What the task asks :: When a line of the records below contains the string "pages", copy that whole line.

•••••

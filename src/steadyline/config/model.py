"""The frozen model of a project's and a portfolio's metadata.

What the rest of the tool reads once the files are checked: plain frozen dataclasses, apart
from the code that reads and validates them, so that a page or a statistic that needs a
project's model imports no validation.
"""

from __future__ import annotations

import datetime as dt
from dataclasses import dataclass, field
from pathlib import Path

from ..status import STALE_AFTER_DAYS
from .keys import STUDY

# ----------------------------------------------------------------------------- the model


@dataclass(frozen=True)
class Period:
    """A date range, inclusive at both ends; ``end`` None means open-ended."""

    start: dt.date
    end: dt.date | None = None

    def label(self) -> str:
        return f"{self.start.isoformat()} to {self.end.isoformat() if self.end else 'latest'}"


@dataclass(frozen=True)
class Rollup:
    period: str
    statistic: str


@dataclass(frozen=True)
class CsvOptions:
    delimiter: str = ","
    decimal: str = "."
    encoding: str = "utf-8"
    date_format: str | None = None
    timezone: str | None = None


@dataclass(frozen=True)
class Event:
    date: dt.date
    label: str


@dataclass(frozen=True)
class SetAside:
    """Days of a metric's baseline where an assignable cause was found and removed: their
    points are drawn but left out of the baseline's statistics. ``start`` to ``end`` inclusive
    (one day when equal); ``where`` names the entry in messages ("metric[1].set_aside[2]"),
    ``source`` and ``line`` the file and line it was written at."""

    start: dt.date
    end: dt.date
    reason: str
    where: str = ""
    source: str = ""
    line: int | None = None

    def label(self) -> str:
        """The days in words, as the pages and messages give them."""
        if self.start == self.end:
            return self.start.isoformat()
        return f"{self.start.isoformat()} to {self.end.isoformat()}"


@dataclass(frozen=True)
class PortfolioSettings:
    title: str = "Improvement portfolio"
    signal_rules: str = "western-electric"
    run_rules: str = "anhoj"
    quartiles: str = "linear"
    bins: str = "fd"
    max_file_mb: float = 200.0
    # Only the index uses it, and the index is rendered on every build: kept out of repr, so
    # out of every project's input hash, and changing it rebuilds no project.
    stale_after_days: int = field(default=STALE_AFTER_DAYS, repr=False)
    # whether the pages and results.json give the sigma level, and by which convention
    sigma_level: str = "off"
    # whether each project also gets its hand-over pack (handover.html): drawing its charts
    # as SVG costs several times a project's build, so a portfolio asks for it
    handover_pack: bool = False


@dataclass(frozen=True)
class MetricSpec:
    id: str
    name: str
    file: Path  # absolute, resolved, inside the project folder
    file_rel: str  # as shown in messages (relative to the portfolio root)
    type: str
    better: str
    time: str | None = None
    value: str | None = None
    subgroup: str | None = None
    subgroup_size: int | None = None
    count: str | None = None
    size: str | None = None
    category: str | None = None
    part: str | None = None  # measurement studies: the column naming the part measured
    appraiser: str | None = None  # … and the column naming who measured it
    measurement_study: str | None = None  # the id of the study that checks this metric's gauge
    unit: str = ""
    spec_lower: float | None = None
    spec_upper: float | None = None
    target: float | None = None
    headline: bool = False
    chart: str = "auto"
    signal_rules: str = "western-electric"
    run_rules: str = "anhoj"
    limits: str = "baseline"
    quartiles: str = "linear"
    bins: str | tuple[float, ...] = "fd"
    normal_curve: bool = False
    # the number of places on one unit where a defect can occur (defects: for DPMO)
    opportunities_per_unit: float | None = None
    # the change of the compared measure the project expects (mean, proportion or rate, in the
    # metric's own terms): the after sample is sized to detect it
    expected_change: float | None = None
    # the portfolio's sigma_level, carried with each metric (analysis sees no portfolio)
    sigma_level: str = "off"
    baseline: Period | None = None
    after: Period | None = None
    rollup: Rollup | None = None
    csv: CsvOptions = field(default_factory=CsvOptions)
    line: int | None = None  # line of its [[metric]] header in project.toml
    set_aside: tuple[SetAside, ...] = ()  # sorted by start, never overlapping
    sheet: str | None = None  # a workbook's sheet to read (None: the first)


@dataclass(frozen=True)
class ProjectSpec:
    slug: str
    folder: Path
    meta_path: Path
    meta_rel: str
    title: str
    owner: str
    phase: str
    problem: str
    tags: tuple[str, ...]
    notes_path: Path | None
    safety_related: bool
    phase_dates: tuple[tuple[str, dt.date], ...]
    events: tuple[Event, ...]
    metrics: tuple[MetricSpec, ...]

    @property
    def headline(self) -> MetricSpec:
        """The metric the index judges the project by: the one marked, else the first that is
        no measurement study (a study qualifies a gauge, it is no process to improve; a project
        holds at least one other metric, checked when it is read)."""
        for m in self.metrics:
            if m.headline:
                return m
        return next((m for m in self.metrics if m.type != STUDY), self.metrics[0])


# ----------------------------------------------------------------------------- key locating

•••••

Exercise output ::
        """The days in words, as the pages and messages give them."""
    # whether the pages and results.json give the sigma level, and by which convention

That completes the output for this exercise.